On culture, Carter attributes FedEx’s forward momentum to a legacy of innovation. From its early “tracking page” on the web to pioneering real-time shipment visibility decades ago, innovation is in the company’s DNA. He explains that FedEx leaders encourage questioning the status quo, exploring new possibilities, and taking calculated risks: a mindset that supports experimentation with AI and other advanced technologies.

Lessons for CIOs and Technology Leaders

Across his conversation, Carter shared several strategic lessons for leaders embracing AI in complex, data-rich enterprises:

  1. Embrace AI as an optimizer, not just an add-on: AI should be woven into core operations, from routing and scheduling to customer visibility and customs optimization, not siloed as a separate function.
  2. Invest in data infrastructure: Massive data lakes and scalable cloud platforms are essential to host the data that fuel predictive and generative models.
  3. Be less obsessed with perfect structure: Carter notes that modern analytics and search engines can work with messier data than traditional systems required, allowing teams to move faster while still protecting data quality and security.
  4. Foster a culture of innovation: Technology adoption happens faster when teams are encouraged to challenge assumptions, experiment safely, and learn from outcomes.
  5. Balance modernization with value delivery: Moving off legacy mainframes and adopting modern software engineering practices like DevSecOps and CI/CD are critical for future agility, but leaders must always align technical work with business value.

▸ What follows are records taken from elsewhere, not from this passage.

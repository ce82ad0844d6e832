"""The friction stage: what the faces can hold, per bolt, as a group, and for the force alone."""

from __future__ import annotations

import numpy as np

from slip.base.records import record
from slip.base.trace import Trace
from slip.clamp.stage import Ledger
from slip.clamp.states import States
from slip.clamp.working import resultant
from slip.friction import law
from slip.friction.march.limit import Limit, limit
from slip.friction.march.relief import limit_with_relief, relieved_factor
from slip.joint.joint import Joint
from slip.pressure.stage import Pressure

Array = np.ndarray


@record(eq=False)
class Slip:
    """Gross slip over S states and n bolts. safety holds the clamp, load_factor lets the whole load grow.

    per bolt: shear [N], bolt_safety, bolt_load_factor, each (S, n); group and force only: (S,). sliding: whether the
    state has any shear, (S,); turning: whether it has a moment about the normal. group: the held limit with its proof.
    The three traces are apart, since each of the three answers may come from another load state of an end.
    """

    shear: Array
    bolt_safety: Array
    bolt_load_factor: Array
    group: Limit
    group_load_factor: Array
    force_safety: Array
    force_load_factor: Array
    sliding: Array
    turning: Array
    trace: Trace
    group_trace: Trace
    force_trace: Trace


def slip(joint: Joint, states: States, ledger: Ledger, pressure: Pressure, keep: bool = True) -> Slip:
    """The friction stage of a joint at the lowest friction and the lowest clamp; keep=False leaves the record of the calculation out."""
    trace, group_trace, force_trace = Trace(keep=keep), Trace(keep=keep), Trace(keep=keep)
    mu, m = joint.interface.friction_low, joint.interface.parallel_faces
    shear = trace("shear of the bolt", resultant, F_x=states.shear[0], F_y=states.shear[1])
    held = trace("friction capacity", law.capacity, mu=mu, m=m, clamp=ledger.clamp_low)
    bound, relief = mu * m * ledger.clamp_without_axial, mu * m * ledger.relief
    group, group_growing = _group(joint, held, bound, relief, states.load, pressure, group_trace)
    force = np.hypot(states.load[:, 0], states.load[:, 1])
    force_safety, force_growing = _force_only(held, bound, relief, force, force_trace)
    if pressure.torque_patch is not None:  # one bolt under torque: the limit of its patch is its first slip
        safety, growing, basis = group.factor[:, None], group_growing[:, None], pressure.basis
        radius = pressure.torque_patch.friction_radius
        trace.given("friction radius of the bolt's pressure patch", "r_eff", radius, "mm", "plate_model", basis)
        trace.given("safety of the bolt on its pressure patch, clamp held", "S", safety, "", "limit", basis)
        trace.given("load factor of the bolt on its pressure patch, all loads", "S_all", growing, "", "limit", basis)
    else:
        closed = np.where(ledger.open, 0.0, 1.0)
        values = {"mu": mu, "m": m, "clamp_0": ledger.clamp_without_axial, "F_s": shear, "relief": ledger.relief}
        safety = trace("safety per bolt, clamp held", law.safety, F_max=held, F_s=shear)
        growing = trace("load factor per bolt, all loads", law.load_factor, closed=closed, **values)
    sliding = (shear > 0).any(axis=-1) | (np.abs(states.load[:, 2]) > 0)
    return Slip(
        shear=shear,
        bolt_safety=safety,
        bolt_load_factor=growing,
        group=group,
        group_load_factor=group_growing,
        force_safety=force_safety,
        force_load_factor=force_growing,
        sliding=sliding,
        turning=np.abs(states.load[:, 2]) > 0,
        trace=trace,
        group_trace=group_trace,
        force_trace=force_trace,
    )


def _group(
    joint: Joint, held: Array, bound: Array, relief: Array, load: Array, pressure: Pressure, trace: Trace
) -> tuple[Limit, Array]:
    """Limit of all bolts together with the clamp held, and the factor at which the whole load grows, (S,)."""
    points, shares = joint.pattern.arms, np.ones(joint.pattern.count)
    patch = pressure.torque_patch
    if patch is not None:
        points, shares = patch.points, patch.shares
    at_given = limit(held * shares, points, load)
    growing = limit_with_relief(bound * shares, relief * shares, points, load)
    stuck = at_given.factor == 0  # what is closed at the given load cannot carry any part of it
    factor = np.where(stuck, 0.0, growing.factor)
    if not trace.keep:
        return at_given, factor
    names = ("safety of the group, clamp held", "load factor of the group, all loads")
    left = np.where(stuck[:, None], held, _left(bound, relief, factor))
    grown = np.where(stuck[:, None], at_given.motion, growing.motion)
    what = "bolts" if patch is None else "rings of the pressure patch"
    for name, symbol, forces, motion, found in (
        (names[0], "S_group", held, at_given.motion, at_given.factor),
        (names[1], "S_group_all", left, grown, factor),
    ):
        # no motion bounds an infinite factor: NaN keeps its line out of the explanation
        travel = np.where(np.isfinite(found)[:, None], _travel(motion, points), np.nan)
        parts = forces, travel
        if patch is not None:  # the points of a ring carry alike: its force, and its mean slip
            parts = forces * patch.ring_shares, travel.reshape(len(travel), len(patch.ring_shares), -1).mean(axis=-1)
        said = f"{name}: work of the {what} on the slip motion of unit load work"
        basis = "derived" if patch is None else pressure.basis
        trace.products(said, symbol, _columns(parts[0]), _columns(parts[1]), "limit", basis)
    return at_given, factor


def _left(bound: Array, relief: Array, factor: Array) -> Array:
    """Capacity of every bolt when the whole load has grown by a factor, (S, n); infinite where the factor is."""
    finite = np.isfinite(factor)[:, None]
    return np.where(finite, np.maximum(bound - np.where(finite, factor[:, None], 0.0) * relief, 0.0), np.inf)


def _columns(values: Array) -> list[Array]:
    """Values (S, n) as n columns that broadcast over the bolts."""
    return [values[:, i : i + 1] for i in range(values.shape[1])]


def _travel(motion: Array, points: Array) -> Array:
    """Slip of every point, (S, n), on rigid motions (S, 3): shift of the origin and turn."""
    return np.hypot(motion[:, 0:1] - motion[:, 2:] * points[:, 1], motion[:, 1:2] + motion[:, 2:] * points[:, 0])


def _force_only(held: Array, bound: Array, relief: Array, force: Array, trace: Trace) -> tuple[Array, Array]:
    """Factors at which all capacities together equal the resultant force, clamp held and whole load growing, (S,)."""
    total = _total("capacity of all bolts together", held, trace)
    safety = trace("safety for the force alone, clamp held", law.safety, F_max=total, F_s=force[:, None])
    factor = np.full(force.shape, np.inf)
    moving = force > 0
    slide = np.ones_like(bound[moving]) / force[moving, None]
    factor[moving] = relieved_factor(bound[moving], relief[moving], slide)
    factor = np.where(total[:, 0] > 0, factor, 0.0)  # all bolts open at the given load: as the safety
    left = np.where(total > 0, _left(bound, relief, factor), 0.0)
    total = _total("capacity of all bolts together, all loads grown", left, trace)
    trace("load factor for the force alone, all loads", law.safety, F_max=total, F_s=force[:, None])
    return safety[:, 0], factor


def _total(name: str, forces: Array, trace: Trace) -> Array:
    """Sum over the bolts, (S, 1), recorded."""
    terms = {f"F_{i + 1}": column for i, column in enumerate(_columns(forces))}
    return np.asarray(trace.total(name, "sum_F", terms, "N", "statics", "derived"))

AI as the Future of Global Logistics

Rob Carter’s vision for FedEx is both pragmatic and ambitious: AI isn’t just reshaping logistics; it’s enabling a new generation of responsiveness, insight, and customer experience that was previously impossible at global scale. By combining massive data assets with machine learning, predictive analytics, and sensor data, FedEx is redefining what customers and teams can expect from a logistics provider.

As Carter puts it, AI allows you to see tomorrow’s opportunities today and in a network that moves millions of shipments every day, that foresight is transformational.